The problem with stopping there is it doesn’t answer the question of whether all transactions that should have triggered an alert actually triggered an alert. It is good to confirm that an alert is valid, but how do you confirm that the “non-presence” of an alert is valid? Were there actually no transactions that should’ve triggered a given alert, or is there a problem with the configuration of the system that resulted in transactions that should’ve triggered an alert being missed?
To figure this out, it is necessary to conduct what we call a “front-to-back” analysis. In other words, we want to provide a reasonable assurance that the transactions from the core systems – or “the front” – that should’ve triggered an alert actually did trigger an alert in the AML system – or “the back.”
The reason many AML validation efforts omit the front-to-back validation is – frankly – that it is a lot of work. In order to conduct such a cross check, it is necessary to take a sample of the core transactions for a given period of time – say a month of data – and run those transactions through – in essence – a secondary AML system to see if there are any discrepancies between the two systems.
Of course, you spent a lot of money on your AML system, so you may not be excited to spend money on a secondary system, but how else will you be able to cross check your core data? A month of transactional data can mean hundreds of thousands or even millions of rows of data, so a manual check can likewise be cost-prohibitive.

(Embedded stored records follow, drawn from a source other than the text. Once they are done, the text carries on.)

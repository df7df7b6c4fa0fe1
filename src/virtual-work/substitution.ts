// Solving with an eliminated set of equilibrium equations: forces for loads, states of self-balance for redundants, and,
// the other way about, movements for strains.
import type { Elimination } from './elimination.ts';

/**
 * Balances `load` (by rows; used up) with the columns kept: kept · x + load = 0. Adds x, by columns, to `result`.
 * The elimination must have full rank.
 */
export function balance(elimination: Elimination, load: Float64Array, result: Float64Array): void {
  const { rank, rowOfPivot, lower } = elimination;
  const { starts, indices, values } = lower;
  for (let pivot = 0; pivot < rank; pivot++) {
    const factor = load[rowOfPivot[pivot]!]!;
    if (factor === 0) continue;
    const end = starts[pivot + 1]!;
    for (let entry = starts[pivot]!; entry < end; entry++) load[indices[entry]!]! -= factor * values[entry]!;
  }
  substituteBack(elimination, load, rank, result);
}

/**
 * Adds to `result`, by columns, the state of self-balance that holds one unit of redundant number `index` and none of
 * the others. `scratch`, by rows, must be zero, and is so again afterwards.
 */
export function selfBalance(
  elimination: Elimination,
  index: number,
  scratch: Float64Array,
  result: Float64Array,
): void {
  const { rowOfPivot, redundants, redundant } = elimination;
  let end = 0;
  for (let entry = redundant.starts[index]!; entry < redundant.starts[index + 1]!; entry++) {
    const pivot = redundant.indices[entry]!;
    scratch[rowOfPivot[pivot]!] = redundant.values[entry]!;
    end = Math.max(end, pivot + 1);
  }
  result[redundants[index]!]! += 1;
  substituteBack(elimination, scratch, end, result);
}

/**
 * The other way about: the movements u, by rows, that give each column kept the strain that `strains` has for it,
 * keptᵀ · u = strain.
 */
export function movementsFrom(elimination: Elimination, strains: Float64Array): Float64Array {
  const { rank, rowCount, rowOfPivot, columnOfPivot, pivots, lower, upper } = elimination;
  const movements = new Float64Array(rowCount);
  for (let pivot = 0; pivot < rank; pivot++) {
    let sum = strains[columnOfPivot[pivot]!]!;
    for (let entry = upper.starts[pivot]!; entry < upper.starts[pivot + 1]!; entry++) {
      sum -= upper.values[entry]! * movements[rowOfPivot[upper.indices[entry]!]!]!;
    }
    movements[rowOfPivot[pivot]!] = sum / pivots[pivot]!;
  }
  for (let pivot = rank - 1; pivot >= 0; pivot--) {
    let sum = movements[rowOfPivot[pivot]!]!;
    for (let entry = lower.starts[pivot]!; entry < lower.starts[pivot + 1]!; entry++) {
      sum -= lower.values[entry]! * movements[lower.indices[entry]!]!;
    }
    movements[rowOfPivot[pivot]!] = sum;
  }
  return movements;
}

/** Of the pivots before `end`; leaves `load` zero at their rows. */
function substituteBack(elimination: Elimination, load: Float64Array, end: number, result: Float64Array): void {
  const { rowOfPivot, columnOfPivot, pivots, upper } = elimination;
  const { starts, indices, values } = upper;
  for (let pivot = end - 1; pivot >= 0; pivot--) {
    const row = rowOfPivot[pivot]!;
    const factor = load[row]!;
    if (factor === 0) continue;
    load[row] = 0;
    const value = -factor / pivots[pivot]!;
    result[columnOfPivot[pivot]!]! += value;
    for (let entry = starts[pivot]!; entry < starts[pivot + 1]!; entry++) {
      load[rowOfPivot[indices[entry]!]!]! += value * values[entry]!;
    }
  }
}
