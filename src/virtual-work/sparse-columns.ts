// A sparse matrix that grows by columns.

/** Column k: `indices` and `values` from `starts[k]` to `starts[k + 1]`. */
export class SparseColumns {
  readonly starts: number[] = [0];
  indices: Int32Array;
  values: Float64Array;
  #size = 0;

  constructor(capacity: number) {
    this.indices = new Int32Array(capacity);
    this.values = new Float64Array(capacity);
  }

  /** Adds an entry to the column begun. */
  add(index: number, value: number): void {
    if (this.#size === this.indices.length) this.#grow();
    this.indices[this.#size] = index;
    this.values[this.#size++] = value;
  }

  /** Ends the column; the next entry begins another. */
  close(): void {
    this.starts.push(this.#size);
  }

  #grow(): void {
    const indices = new Int32Array(2 * this.#size + 16);
    const values = new Float64Array(2 * this.#size + 16);
    indices.set(this.indices);
    values.set(this.values);
    this.indices = indices;
    this.values = values;
  }
}
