// The primary structure: what is left when the redundants are freed. It is statically determinate and stable, so that
// equilibrium alone gives its forces under any loads, real or virtual.
import type { UnitAction } from '../model/question.ts';
import type { Structure } from '../model/structure.ts';
import { type Elimination, eliminate } from './elimination.ts';
import { addAction, emptyLoading, type FreeStrain, type Loading } from './loading.ts';
import { type Preference, stiffestFromTheGround } from './preference.ts';
import { type SpanForces, spanForces } from './span.ts';
import { ENTRIES_PER_UNKNOWN, entriesOf, releaseAt, type Statics, staticsOf, toPhysicalUnits } from './statics.ts';
import { balance } from './substitution.ts';

export interface PrimaryStructure {
  readonly statics: Statics;
  readonly elimination: Elimination;
}

/** Forces in equilibrium with a loading: the unknowns of statics.ts, and what the loads within legs add. */
export interface ForceState {
  /** N and N m; 0 where there is no unknown. */
  readonly unknowns: Float64Array;
  /** By leg. */
  readonly spans: ReadonlyMap<number, SpanForces>;
  readonly imposed: Imposed;
}

/** What is there without a force. */
export interface Imposed {
  /** Movement of each ground along its reaction, m or rad. */
  readonly ground: Float64Array | undefined;
  /** By leg. */
  readonly free: readonly FreeStrain[] | undefined;
}

export const NOTHING_IMPOSED: Imposed = { ground: undefined, free: undefined };

/** Multiplications that a primary structure may take, about a second's work. */
const MOST_EFFORT = 5e8;

/**
 * Undefined where the structure can move without strain, where a bending stiffness is not known, or where finding the
 * primary structure would take more than about a second.
 */
export function primaryStructure(structure: Structure, preference?: Preference): PrimaryStructure | undefined {
  const statics = staticsOf(structure);
  return statics && primaryStructureOf(statics, preference);
}

export function primaryStructureOf(
  statics: Statics,
  preference: Preference = stiffestFromTheGround,
): PrimaryStructure | undefined {
  const columns = {
    rowCount: statics.rowCount,
    maximumEntries: ENTRIES_PER_UNKNOWN,
    entries: (unknown: number, rows: Int32Array, values: Float64Array) => entriesOf(statics, unknown, rows, values),
  };
  const elimination = eliminate(columns, preference(statics), MOST_EFFORT);
  return elimination && elimination.rank === statics.rowCount ? { statics, elimination } : undefined;
}

/** The forces of the primary structure under the loading, every redundant zero. */
export function primaryForces({ statics, elimination }: PrimaryStructure, loading: Loading): ForceState {
  const { legs, forceRow, coupleRow, releaseRow, lever } = statics;
  const spans = new Map<number, SpanForces>();
  const load = loading.joints.slice();
  for (const [index, span] of loading.spans) {
    const leg = legs[index]!;
    const forces = spanForces(span, leg.length);
    spans.set(index, forces);
    // What the leg, resting at its ends, does to the points there.
    const { startShear, endShear, endAxial } = forces;
    const start = forceRow[leg.from]!;
    const end = forceRow[leg.to]!;
    load[start]! += leg.sine * startShear;
    load[start + 1]! -= leg.cosine * startShear;
    load[end]! -= leg.cosine * endAxial + leg.sine * endShear;
    load[end + 1]! += leg.cosine * endShear - leg.sine * endAxial;
    // Where a force is freed, what the leg has of it there; the axial force of a span begins at nil.
    addTo(load, releaseRow[releaseAt(index, 'axial', 'end')]!, endAxial);
    addTo(load, releaseRow[releaseAt(index, 'shear', 'start')]!, startShear);
    addTo(load, releaseRow[releaseAt(index, 'shear', 'end')]!, endShear);
  }
  for (let point = 0; point < coupleRow.length; point++) {
    const row = coupleRow[point]!;
    if (row >= 0) load[row]! /= lever[point]!;
  }
  const unknowns = new Float64Array(statics.unknownCount);
  balance(elimination, load, unknowns);
  toPhysicalUnits(statics, unknowns);
  return { unknowns, spans, imposed: { ground: loading.ground, free: loading.free } };
}

/** The virtual system of the actions, carried by the primary structure alone. */
export function virtualSystem(primary: PrimaryStructure, actions: readonly UnitAction[]): ForceState {
  const loading = emptyLoading(primary.statics);
  for (const { at, x, y, moment, side } of actions) addAction(primary.statics, loading, at, x, y, moment, side);
  return primaryForces(primary, loading);
}

function addTo(load: Float64Array, row: number, force: number): void {
  if (row >= 0) load[row]! += force;
}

Hence, one workable solution is to re-create the primary rule parameters in a secondary system, such as SQL, to identify those transactions that fall within the identified parameters and should have generated an alert. It’s a sizable project to recreate the rule parameters, but it allows us then to compare a list of what our secondary system generated to what actually was generated by the AML system. We then work with the BSA team and sometimes the AML system vendor to determine the cause of the discrepancies. Frequently it turns out that there are exemptions for certain customers and that the discrepancies are justified.
But there are other occasions where key issues may be identified. Examples that we’ve seen are cases where transactions were not properly imported due to some change in the system, or a transaction code had been inputted incorrectly so that certain cash transactions were coded as ACH transactions, or that somebody jumped the gun on a parameter change without going through the full approval channels. There are many possible reasons, some valid, some not, but the point is that if the front-to-back isn’t conducted, it is impossible to know whether something that should have alerted, didn’t.
Good eyesight is exceptionally valuable in many aspects of life. It is something that should be treasured. Once achieved, it must be maintained and that requires ongoing examinations and modifications. Similarly, investing the time and resources into performing a full AML monitoring system validation can save you from increased scrutiny from regulators, costly look-back projects, and heavy penalties. Doing it right the first time typically saves you time, money, and headaches later. The world was meant to be seen with 20-20 vision.